Watch Fox gush over Biden’s economy

News that the U.S. economy grew at a brisk 3.3% annual pace since October wasn't just good: It was great in a lot of ways.

On average, the economy grew a robust 2.5% in 2023—a year in which analysts practically tried to speak a recession into reality. No such luck. In fact, from the fourth quarter of 2022 to the fourth quarter of 2023, the economy grew 3.1%.

The combination of increasing consumption, low unemployment, and falling inflation even had a Fox Business reporter gushing over President Joe Biden's economy.

"It's a sweet spot," remarked Fox Business' Lauren Simonetti, calling consumption "formidable" over the holidays. "We're seeing an economy that is proving resilient—growing as inflation is moderating. That's why I'm calling this the sweet spot, right? Enough growth to cool inflation."

Thank you Dark Brandon! pic.twitter.com/yyE0k4ntWn

— Aaron Rupar (@atrupar) January 25, 2024

The New York Times' Paul Krugman likewise dubbed it the "Goldilocks economy," neither too hot nor too cold. And Krugman predicts the country's inflationary woes are now over.

In other words, it continues to look as though the Biden administration is overseeing a "soft landing" for the economy—one that supposedly couldn't be achieved.

Indeed, the University of Michigan's survey of consumer sentiment surged to a reading of 78.8 in January, its highest level since July 2021 and a 21.4% increase from a year ago, according to CNBC. A big driver of that increase stems from consumers’ agreement with Krugman that inflation "has turned the corner," as survey director Joanne Hsu put it.

All of this good news is going to drive an already seething Donald Trump absolutely mad—particularly Fox Business analysts swooning over Biden's economy. The same Fox analyst also promised to scour the report "to see if there are signs that maybe the economy doesn't feel as, or isn't as resilient as it might seem."

Shorter Fox-speak: Stay tuned, Trump. We'll invent bad news one way or another!

For anyone who hasn't noticed, Trump is already getting increasingly erratic on his quest to fabricate bad news for Biden:

  • He's livid over his Republican rival Nikki Haley refusing to drop out of the GOP primary after New Hampshire.

  • He’s strong-arming the Republican National Committee into declaring him the nominee after a grand total of two state contests.

  • He's asking Senate Republicans to torpedo a potential border deal with the White House so he can spend the rest of year fear-mongering over a supposed "invasion" of immigrants spearheaded by Biden.

  • He's pushing House Republicans to impeach Biden so he can rail about Biden's supposed corruption.

  • He's rooting for an economic "crash," hopefully sometime very soon.
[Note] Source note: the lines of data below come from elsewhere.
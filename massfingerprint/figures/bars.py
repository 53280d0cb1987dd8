"""Bars: how much a gigatonne lost from each mass source does at one site."""

import numpy as np
import pandas as pd
from matplotlib.axes import Axes
from matplotlib.figure import Figure

from massfingerprint.errors import InputError
from massfingerprint.figures import look
from massfingerprint.vocabulary import readable

PER = 1000.0  # Gt behind a bar: a single one moves a coast by micrometres
LABEL = "mm here per 1000 gigatonnes lost there"
_NEEDED = ("value", "lowest", "highest")
_ROOM = 1.35  # of the longest bar: how far whiskers are drawn


def per_gigatonne(table: pd.DataFrame, *, title: str, caption: str, mean: float) -> Figure:
    """Draw mm here per gigatonne lost there, ranked, with the range within each source.

    Parameters
    ----------
    table : DataFrame
        Index mass source; columns ``value``, ``lowest``, ``highest`` in mm Gt-1 for a loss, positive = rise; lowest and highest:
        if the loss sat in one cell of the source; NaN if not known.
    title, caption : str
        Head and small print.
    mean : float
        Global mean for a loss, mm Gt-1.

    Returns
    -------
    Figure
        Page width, as high as there are sources.

    Raises
    ------
    InputError
        If a column is missing or there is no source.
    """
    height = 1.25 + 0.2 * max(3, len(table))
    figure = look.new_figure(look.PAGE, height)
    figure.text(0.02, 1.0 - 0.1 / height, title, fontsize=look.TITLE_SIZE, va="top", weight="bold")
    axes = figure.add_axes((0.27, 0.78 / height, 0.69, 1.0 - 1.25 / height))
    draw_bars(axes, table, mean=mean)
    look.caption(figure, caption)
    return figure


def draw_bars(axes: Axes, table: pd.DataFrame, *, mean: float) -> None:
    """Draw the bars on axes, the largest on top."""
    missing = [name for name in _NEEDED if name not in table]
    if missing or table.empty:
        raise InputError(f"table: must have sources as rows and the columns {', '.join(_NEEDED)}.")
    ranked = table.sort_values("value", ascending=True, kind="stable")
    values = ranked["value"].to_numpy() * PER
    colours = look.source_colours([str(name) for name in table.index])
    rows = range(len(ranked))
    axes.barh(rows, values, color=[colours[str(name)] for name in ranked.index], height=0.72)
    low, high = min(0.0, values.min(), mean * PER), max(0.0, values.max(), mean * PER)
    span = high - low
    left, right = low - (_ROOM - 1.0) * span * (low < 0.0), high + (_ROOM - 1.0) * span
    axes.axvline(0.0, color=look.QUIET, linewidth=0.6)
    axes.axvline(mean * PER, color=look.INK, linewidth=0.8, linestyle=":", zorder=0)
    axes.text(mean * PER, len(ranked) - 0.35, "global mean", fontsize=look.SMALL_SIZE, ha="center", va="bottom")
    for row, (_, one) in zip(rows, ranked.iterrows(), strict=True):
        _whisker(axes, row, one["lowest"] * PER, one["highest"] * PER, (left, right))
    axes.set_xlim(left, right)
    axes.set_ylim(-0.6, len(ranked) - 0.4)
    axes.set_yticks(
        rows, [f"{readable(str(name))}  {value:+.2f}" for name, value in zip(ranked.index, values, strict=True)]
    )
    axes.tick_params(axis="y", length=0.0, labelsize=look.SMALL_SIZE + 0.5)
    axes.spines["left"].set_visible(False)
    axes.set_xlabel(LABEL)


def _whisker(axes: Axes, row: int, lowest: float, highest: float, limits: tuple[float, float]) -> None:
    """Thin line of the range; an arrow head where it goes on beyond the axes."""
    if not np.isfinite([lowest, highest]).all():
        return
    ends = max(lowest, limits[0]), min(highest, limits[1])
    axes.plot(ends, [row, row], color=look.INK, linewidth=0.7, solid_capstyle="butt", gid="range")
    for end, beyond, mark in ((ends[0], lowest < limits[0], "<"), (ends[1], highest > limits[1], ">")):
        axes.plot([end], [row], color=look.INK, marker=mark if beyond else "|", markersize=3.0 if beyond else 4.0, linestyle="none",
                  markeredgewidth=0.7, clip_on=False)  # fmt: skip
  • He's promising "bedlam" in the streets of America if he loses the election (a chaos candidate promising chaos if The People vote against chaos).
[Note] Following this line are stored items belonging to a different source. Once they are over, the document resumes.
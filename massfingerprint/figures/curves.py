"""Curves in time: contributions of mass sources at one site, stacked; the mass record of every source."""

import numpy as np
import pandas as pd
from matplotlib.axes import Axes
from matplotlib.dates import AutoDateLocator, ConciseDateFormatter
from matplotlib.figure import Figure
from matplotlib.lines import Line2D
from matplotlib.patches import Patch

from massfingerprint.errors import InputError
from massfingerprint.figures import look
from massfingerprint.vocabulary import readable

_COLUMNS = 4  # panels beside each other in the figure of records
_BAND = 0.28  # opacity
_GAP = 1.7  # times the usual step of the record


def contributions(
    parts: pd.DataFrame, total: pd.DataFrame, *, title: str, caption: str, interval: str, since: str
) -> Figure:
    """Draw what each mass source adds to relative sea level at a site, stacked, with the total and its band.

    Parameters
    ----------
    parts : DataFrame (time, source)
        mm; a time at which any source has no value is a gap.
    total : DataFrame (time)
        Columns ``value``, ``half_width``, mm.
    title, caption : str
        Head and small print.
    interval : str
        What the band stands for.
    since : str
        Where the values start from 0.

    Returns
    -------
    Figure
        Page width.

    Raises
    ------
    InputError
        If the times of both differ or a column is missing.
    """
    figure = look.new_figure(look.PAGE, 4.1)
    axes = figure.add_axes((0.085, 0.2, 0.625, 0.66))
    figure.text(0.02, 0.97, title, fontsize=look.TITLE_SIZE, va="top", weight="bold")
    handles = draw_contributions(axes, parts, total, interval=interval, since=since)
    figure.legend(handles=handles, loc="upper left", bbox_to_anchor=(0.72, 0.9), fontsize=look.SMALL_SIZE + 0.5,
                  borderaxespad=0.0, handlelength=1.2, labelspacing=0.32)  # fmt: skip
    look.caption(figure, caption)
    return figure


def draw_contributions(
    axes: Axes, parts: pd.DataFrame, total: pd.DataFrame, *, interval: str, since: str
) -> list[Patch | Line2D]:
    """Stack contributions on axes; returns the handles of a legend, top of the stack first."""
    _check(parts, total)
    parts, total = _broken(parts), _broken(total)
    whole = np.isfinite(parts.to_numpy()).all(axis=1)
    values = np.where(whole[:, None], parts.to_numpy(), np.nan)
    last = values[whole][-1] if whole.any() else np.zeros(values.shape[1])
    order = np.argsort(-np.abs(last), kind="stable")
    colours = look.source_colours([str(name) for name in parts.columns])
    ends = {True: np.zeros(len(parts)), False: np.zeros(len(parts))}
    patches: dict[bool, list[Patch]] = {True: [], False: []}
    for column in order:
        name, value = str(parts.columns[column]), values[:, column]
        for up in (True, False):
            step = np.where((value >= 0.0) == up, value, 0.0)
            if not np.any(np.nan_to_num(step)):
                continue
            axes.fill_between(
                parts.index, ends[up], ends[up] + step, where=list(whole), color=colours[name], linewidth=0.0, gid=name
            )
            ends[up] = ends[up] + np.nan_to_num(step)
        patches[bool(last[column] >= 0.0)].append(Patch(color=colours[name], label=readable(name)))
    low, high = (total["value"] + sign * total["half_width"] for sign in (-1.0, 1.0))
    axes.fill_between(total.index, low, high, color=look.INK, alpha=_BAND, linewidth=0.0, gid="band")
    axes.plot(total.index, total["value"], color=look.INK, linewidth=1.0, gid="total")
    axes.axhline(0.0, color=look.QUIET, linewidth=0.6)
    axes.set_ylabel(f"relative sea level since {since} [mm]")
    _time_axis(axes)
    line = Line2D([], [], color=look.INK, linewidth=1.0, label="all sources")
    band = Patch(color=look.INK, alpha=_BAND, label=f"+- {interval}", linewidth=0.0)
    return [line, band, *reversed(patches[True]), *patches[False]]


def _broken(frame: pd.DataFrame) -> pd.DataFrame:
    """The same with an empty row in every step that is longer than the record's usual one: a gap is not drawn across."""
    days = np.diff(frame.index.to_numpy()) / np.timedelta64(1, "D")
    if days.size < 2:
        return frame
    wide = np.flatnonzero(days > _GAP * np.median(days))
    middles = frame.index[wide] + (frame.index[wide + 1] - frame.index[wide]) / 2
    return frame.reindex(frame.index.union(middles))


def _check(parts: pd.DataFrame, total: pd.DataFrame) -> None:
    missing = [name for name in ("value", "half_width") if name not in total]
    if missing:
        raise InputError(f"total: lacks the column {missing[0]}. Give value and half_width.")
    if not parts.index.equals(total.index) or not isinstance(parts.index, pd.DatetimeIndex) or parts.empty:
        raise InputError("parts: must have sources as columns and the same times as total. Align them first.")


def _time_axis(axes: Axes) -> None:
    locator = AutoDateLocator(minticks=3, maxticks=7)
    axes.xaxis.set_major_locator(locator)
    axes.xaxis.set_major_formatter(ConciseDateFormatter(locator, show_offset=False))
    axes.margins(x=0.0)


def ledger_curves(mass: pd.DataFrame, half_width: pd.DataFrame, *, title: str, caption: str, interval: str) -> Figure:
    """Draw cumulative mass change of every source, one panel each, with its band.

    Parameters
    ----------
    mass, half_width : DataFrame (time, source)
        Gt, negative = loss; NaN is a gap.
    title, caption : str
        Head and small print.
    interval : str
        What the band stands for.

    Returns
    -------
    Figure
        Page width, panels of one height.

    Raises
    ------
    InputError
        If both do not have the same times and sources.
    """
    if not mass.index.equals(half_width.index) or list(mass.columns) != list(half_width.columns) or mass.empty:
        raise InputError("half_width: must have the same times and sources as mass. Align them first.")
    mass, half_width = _broken(mass), _broken(half_width)
    rows = -(-mass.shape[1] // _COLUMNS)
    height = 0.95 + 1.25 * rows
    figure = look.new_figure(look.PAGE, height)
    figure.text(0.02, 1.0 - 0.1 / height, title, fontsize=look.TITLE_SIZE, va="top", weight="bold")
    figure.text(0.012, 0.5, "mass change [Gt]", rotation="vertical", va="center", ha="left", fontsize=look.TEXT_SIZE)
    colours = look.source_colours([str(name) for name in mass.columns])
    for number, name in enumerate(mass.columns):
        row, column = divmod(number, _COLUMNS)
        left, low = 0.085 + column * 0.232, 1.0 - (0.58 + 1.25 * row + 0.85) / height
        axes = figure.add_axes((left, low, 0.172, 0.85 / height))
        _record(axes, mass[name], half_width[name], colours[str(name)])
    words = f"Band: {interval}. {caption}"
    look.caption(figure, words)
    return figure


def _record(axes: Axes, mass: pd.Series, half_width: pd.Series, colour: str) -> None:
    axes.fill_between(mass.index, mass - half_width, mass + half_width, color=colour, alpha=_BAND, linewidth=0.0)
    axes.plot(mass.index, mass, color=colour, linewidth=0.9)
    axes.axhline(0.0, color=look.FAINT, linewidth=0.5, zorder=0)
    axes.set_title(readable(str(mass.name)), fontsize=look.SMALL_SIZE + 0.5, pad=3.0)
    axes.tick_params(labelsize=look.SMALL_SIZE, length=2.0)
    locator = AutoDateLocator(minticks=2, maxticks=4)
    axes.xaxis.set_major_locator(locator)
    axes.xaxis.set_major_formatter(ConciseDateFormatter(locator, show_offset=False))
    axes.yaxis.get_major_locator().set_params(nbins=4)  # type: ignore[call-arg]
    axes.margins(x=0.02)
  • And he's agitating for full immunity from absolutely any action—including murder—he takes as president.

It's January, folks, and Trump is already coming off the rails despite the fact that he's basically cruising to the Republican nomination.

It's a palpable show of desperation sprung from a place of weakness. Trump knows New Hampshire and Iowa both exposed serious cracks in his general election voting coalition. The turnout and makeup of the electorate in both states suggests he isn't expanding the universe of Republican voters. He's simply culling the party down to a smaller, harder-right faction of the electorate.
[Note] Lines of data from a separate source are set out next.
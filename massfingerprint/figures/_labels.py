"""Names beside markers, none over another: a place is tried round the marker, then farther off with a thin line to it."""

from collections.abc import Sequence
from itertools import product
from typing import Any

import numpy as np
from matplotlib.axes import Axes
from matplotlib.patheffects import withStroke
from matplotlib.transforms import Bbox
from numpy.typing import NDArray

from massfingerprint.figures.look import INK, PAPER, QUIET, SMALL_SIZE

_TURNS = (0, 180, 45, -45, 135, -135, 90, -90)  # degrees round the marker, best first
_STEPS = (4.5, 10.0, 17.0, 26.0, 38.0)  # points from it
_LINE_FROM = 9.0  # points beyond which a line is drawn
MARKER = 3.6  # points
MOST = 25


def place_labels(axes: Axes, names: Sequence[str], points: NDArray[np.float64], *, taken: Sequence[Bbox] = ()) -> int:
    """Mark points and name them.

    Parameters
    ----------
    axes : Axes
        Of a figure that can be measured; names stay inside it.
    names : sequence of str
        In order of importance; the first 25 are named.
    points : (n, 2) array
        Data coordinates.
    taken : sequence of Bbox
        Display boxes that must stay free.

    Returns
    -------
    int
        How many found no place; their markers are drawn all the same.
    """
    look: dict[str, Any] = {"markersize": MARKER, "color": INK, "markeredgecolor": PAPER, "markeredgewidth": 0.6}
    axes.plot(*points.T, linestyle="none", marker="o", zorder=6, gid="sites", **look)
    scale = axes.get_figure(root=True).dpi / 72.0  # type: ignore[union-attr]
    half = 0.5 * MARKER * scale
    boxes = [*taken, *(Bbox([p - half, p + half]) for p in axes.transData.transform(points))]
    return sum(
        not _placed(axes, name, (float(x), float(y)), boxes) for name, (x, y) in zip(names[:MOST], points, strict=False)
    ) + max(0, len(names) - MOST)


def _placed(axes: Axes, name: str, point: tuple[float, float], boxes: list[Bbox]) -> bool:
    """Write a name at the first free place; its box joins the others."""
    halo = [withStroke(linewidth=1.8, foreground=PAPER)]
    text = axes.annotate(
        name,
        point,
        (0.0, 0.0),
        textcoords="offset points",
        fontsize=SMALL_SIZE,
        zorder=7,
        path_effects=halo,
        gid="site name",
    )
    for step, turn in product(_STEPS, _TURNS):
        dx, dy = np.cos(np.deg2rad(turn)), np.sin(np.deg2rad(turn))
        text.set_position((step * dx, step * dy))
        text.set_horizontalalignment("left" if dx > 0.3 else "right" if dx < -0.3 else "center")
        text.set_verticalalignment("bottom" if dy > 0.3 else "top" if dy < -0.3 else "center")
        box = text.get_window_extent().padded(1.0)
        frame = axes.bbox
        inside = frame.x0 <= box.x0 and box.x1 <= frame.x1 and frame.y0 <= box.y0 and box.y1 <= frame.y1
        if inside and not any(box.overlaps(other) for other in boxes):
            boxes.append(box)
            if step > _LINE_FROM:
                line = {"arrowstyle": "-", "linewidth": 0.4, "color": QUIET, "shrinkA": 0.0, "shrinkB": 1.0}
                axes.annotate("", point, text.get_position(), textcoords="offset points", arrowprops=line, zorder=5)
            return True
    text.remove()
    return False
In short, Trump's not adding, he's subtracting. And if he's going to ride that smaller slice of the electorate to victory, he's going to need to trash the country in every way possible in order to depress turnout for Biden.

That’s all fine by Trump because the main impetus of his every move is the sheer terror of spending his last living years in a jail cell. If he has to single-handedly unravel the country on his quest for freedom, so be it.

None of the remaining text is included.